Problem description
Could you reproduce the lines below from the one with "repository 05adfdcc6b4728a7" through the one with "return (net.nets?.length ?? 0) > 0;"? Keep both ends and add nothing.

++++++++

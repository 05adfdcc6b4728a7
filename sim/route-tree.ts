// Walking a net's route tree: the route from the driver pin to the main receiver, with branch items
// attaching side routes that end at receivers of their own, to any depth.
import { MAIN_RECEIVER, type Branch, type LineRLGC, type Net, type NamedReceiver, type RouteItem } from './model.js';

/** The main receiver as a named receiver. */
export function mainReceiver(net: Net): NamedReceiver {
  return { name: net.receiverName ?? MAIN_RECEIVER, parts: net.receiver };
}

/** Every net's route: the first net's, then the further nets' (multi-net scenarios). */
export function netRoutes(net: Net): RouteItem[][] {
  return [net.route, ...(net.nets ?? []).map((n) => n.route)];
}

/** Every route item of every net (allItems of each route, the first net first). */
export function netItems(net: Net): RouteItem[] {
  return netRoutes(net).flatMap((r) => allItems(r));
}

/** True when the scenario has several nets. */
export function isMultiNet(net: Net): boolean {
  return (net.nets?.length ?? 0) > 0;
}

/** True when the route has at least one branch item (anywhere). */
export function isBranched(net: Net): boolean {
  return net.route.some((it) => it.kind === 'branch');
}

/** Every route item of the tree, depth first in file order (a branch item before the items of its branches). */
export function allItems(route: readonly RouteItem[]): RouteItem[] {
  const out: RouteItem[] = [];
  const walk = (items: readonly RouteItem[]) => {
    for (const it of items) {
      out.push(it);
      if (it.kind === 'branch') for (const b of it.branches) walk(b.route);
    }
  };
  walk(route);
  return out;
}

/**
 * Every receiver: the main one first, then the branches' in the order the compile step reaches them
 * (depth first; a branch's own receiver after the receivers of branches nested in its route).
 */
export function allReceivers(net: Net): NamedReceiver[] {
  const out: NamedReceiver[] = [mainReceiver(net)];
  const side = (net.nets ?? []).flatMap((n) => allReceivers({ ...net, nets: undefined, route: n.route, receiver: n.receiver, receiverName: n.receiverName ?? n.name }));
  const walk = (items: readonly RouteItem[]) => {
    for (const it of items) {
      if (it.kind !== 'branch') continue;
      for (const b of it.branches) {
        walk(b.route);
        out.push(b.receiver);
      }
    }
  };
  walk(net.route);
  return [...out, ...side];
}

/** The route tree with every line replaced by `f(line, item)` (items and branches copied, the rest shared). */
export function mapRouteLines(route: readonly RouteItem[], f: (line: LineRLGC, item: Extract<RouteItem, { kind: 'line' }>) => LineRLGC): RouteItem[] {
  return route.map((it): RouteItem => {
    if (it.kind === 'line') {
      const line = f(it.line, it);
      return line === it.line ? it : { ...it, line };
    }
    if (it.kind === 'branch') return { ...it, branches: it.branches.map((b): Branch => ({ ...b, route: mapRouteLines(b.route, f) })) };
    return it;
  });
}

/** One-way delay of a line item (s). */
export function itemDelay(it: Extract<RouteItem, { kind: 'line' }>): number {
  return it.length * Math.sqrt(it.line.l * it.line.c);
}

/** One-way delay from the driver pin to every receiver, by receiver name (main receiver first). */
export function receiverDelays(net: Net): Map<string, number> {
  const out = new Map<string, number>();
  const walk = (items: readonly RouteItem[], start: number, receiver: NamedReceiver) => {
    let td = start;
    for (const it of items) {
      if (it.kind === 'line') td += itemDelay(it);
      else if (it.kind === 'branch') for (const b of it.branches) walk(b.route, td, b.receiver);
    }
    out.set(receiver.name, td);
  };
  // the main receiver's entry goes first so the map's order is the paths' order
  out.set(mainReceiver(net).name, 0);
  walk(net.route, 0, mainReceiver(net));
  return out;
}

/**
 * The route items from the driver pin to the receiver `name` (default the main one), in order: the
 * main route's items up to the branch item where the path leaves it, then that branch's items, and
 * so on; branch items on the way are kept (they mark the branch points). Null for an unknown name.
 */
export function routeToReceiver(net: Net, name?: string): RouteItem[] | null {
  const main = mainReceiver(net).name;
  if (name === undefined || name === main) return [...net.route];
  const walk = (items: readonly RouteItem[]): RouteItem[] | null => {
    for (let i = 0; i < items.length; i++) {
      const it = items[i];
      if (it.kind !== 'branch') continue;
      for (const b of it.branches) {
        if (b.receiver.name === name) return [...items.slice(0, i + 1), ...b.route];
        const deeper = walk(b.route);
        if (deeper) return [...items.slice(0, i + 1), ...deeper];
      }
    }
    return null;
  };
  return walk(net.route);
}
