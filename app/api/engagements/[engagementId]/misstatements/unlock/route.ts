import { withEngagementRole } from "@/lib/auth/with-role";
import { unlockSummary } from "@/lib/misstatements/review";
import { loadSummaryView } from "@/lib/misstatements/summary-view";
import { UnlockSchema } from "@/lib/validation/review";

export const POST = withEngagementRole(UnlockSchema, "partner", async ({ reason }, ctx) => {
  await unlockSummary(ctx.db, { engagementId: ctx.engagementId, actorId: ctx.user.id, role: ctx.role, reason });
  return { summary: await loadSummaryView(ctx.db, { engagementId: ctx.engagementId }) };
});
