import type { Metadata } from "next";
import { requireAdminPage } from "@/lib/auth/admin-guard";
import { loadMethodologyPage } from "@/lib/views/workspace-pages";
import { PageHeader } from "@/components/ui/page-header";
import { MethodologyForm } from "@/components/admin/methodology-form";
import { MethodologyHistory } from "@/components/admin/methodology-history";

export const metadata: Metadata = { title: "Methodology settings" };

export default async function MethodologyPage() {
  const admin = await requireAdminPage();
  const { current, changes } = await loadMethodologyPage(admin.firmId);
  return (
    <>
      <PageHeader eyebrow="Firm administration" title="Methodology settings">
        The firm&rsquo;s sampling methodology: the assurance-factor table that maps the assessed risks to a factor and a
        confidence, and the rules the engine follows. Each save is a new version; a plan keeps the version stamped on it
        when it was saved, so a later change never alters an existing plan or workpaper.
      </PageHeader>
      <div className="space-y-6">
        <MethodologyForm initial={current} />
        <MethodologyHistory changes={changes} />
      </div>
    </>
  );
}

++++++++

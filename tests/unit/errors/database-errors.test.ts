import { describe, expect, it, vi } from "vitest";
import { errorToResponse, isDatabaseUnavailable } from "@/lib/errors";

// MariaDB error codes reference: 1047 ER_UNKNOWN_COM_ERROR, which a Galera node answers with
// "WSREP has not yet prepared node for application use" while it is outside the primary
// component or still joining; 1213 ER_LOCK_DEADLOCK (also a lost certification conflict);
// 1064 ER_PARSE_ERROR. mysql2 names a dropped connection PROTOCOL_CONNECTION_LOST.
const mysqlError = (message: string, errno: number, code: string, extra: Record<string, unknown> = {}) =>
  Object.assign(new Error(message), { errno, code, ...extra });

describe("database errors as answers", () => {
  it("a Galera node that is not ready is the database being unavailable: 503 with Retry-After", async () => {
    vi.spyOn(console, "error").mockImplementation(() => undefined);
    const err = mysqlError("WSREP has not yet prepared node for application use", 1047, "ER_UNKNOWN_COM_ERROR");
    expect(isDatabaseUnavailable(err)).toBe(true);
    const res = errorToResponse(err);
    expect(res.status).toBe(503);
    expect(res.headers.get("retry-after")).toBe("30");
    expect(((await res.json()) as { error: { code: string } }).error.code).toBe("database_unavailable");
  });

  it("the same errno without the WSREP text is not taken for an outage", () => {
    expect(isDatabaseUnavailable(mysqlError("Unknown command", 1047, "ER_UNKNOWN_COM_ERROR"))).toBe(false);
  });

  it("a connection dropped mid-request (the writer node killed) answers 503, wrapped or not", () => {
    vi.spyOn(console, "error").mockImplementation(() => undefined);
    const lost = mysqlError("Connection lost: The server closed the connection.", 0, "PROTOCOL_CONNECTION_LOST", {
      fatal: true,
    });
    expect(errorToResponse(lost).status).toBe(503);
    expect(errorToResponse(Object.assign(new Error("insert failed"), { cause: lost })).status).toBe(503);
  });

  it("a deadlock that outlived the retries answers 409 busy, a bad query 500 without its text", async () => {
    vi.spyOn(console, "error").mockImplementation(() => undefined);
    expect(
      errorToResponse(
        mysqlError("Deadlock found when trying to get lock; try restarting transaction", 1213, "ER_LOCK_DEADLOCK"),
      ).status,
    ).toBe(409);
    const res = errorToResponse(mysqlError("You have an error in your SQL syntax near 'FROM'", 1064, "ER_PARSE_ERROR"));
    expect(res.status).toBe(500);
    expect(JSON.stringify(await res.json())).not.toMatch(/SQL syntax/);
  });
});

++++++++

Answer section
repository 05adfdcc6b4728a7
filename sim/route-tree.ts
// Walking a net's route tree: the route from the driver pin to the main receiver, with branch items
// attaching side routes that end at receivers of their own, to any depth.
import { MAIN_RECEIVER, type Branch, type LineRLGC, type Net, type NamedReceiver, type RouteItem } from './model.js';

/** The main receiver as a named receiver. */
export function mainReceiver(net: Net): NamedReceiver {
  return { name: net.receiverName ?? MAIN_RECEIVER, parts: net.receiver };
}

/** Every net's route: the first net's, then the further nets' (multi-net scenarios). */
export function netRoutes(net: Net): RouteItem[][] {
  return [net.route, ...(net.nets ?? []).map((n) => n.route)];
}

/** Every route item of every net (allItems of each route, the first net first). */
export function netItems(net: Net): RouteItem[] {
  return netRoutes(net).flatMap((r) => allItems(r));
}

/** True when the scenario has several nets. */
export function isMultiNet(net: Net): boolean {
  return (net.nets?.length ?? 0) > 0;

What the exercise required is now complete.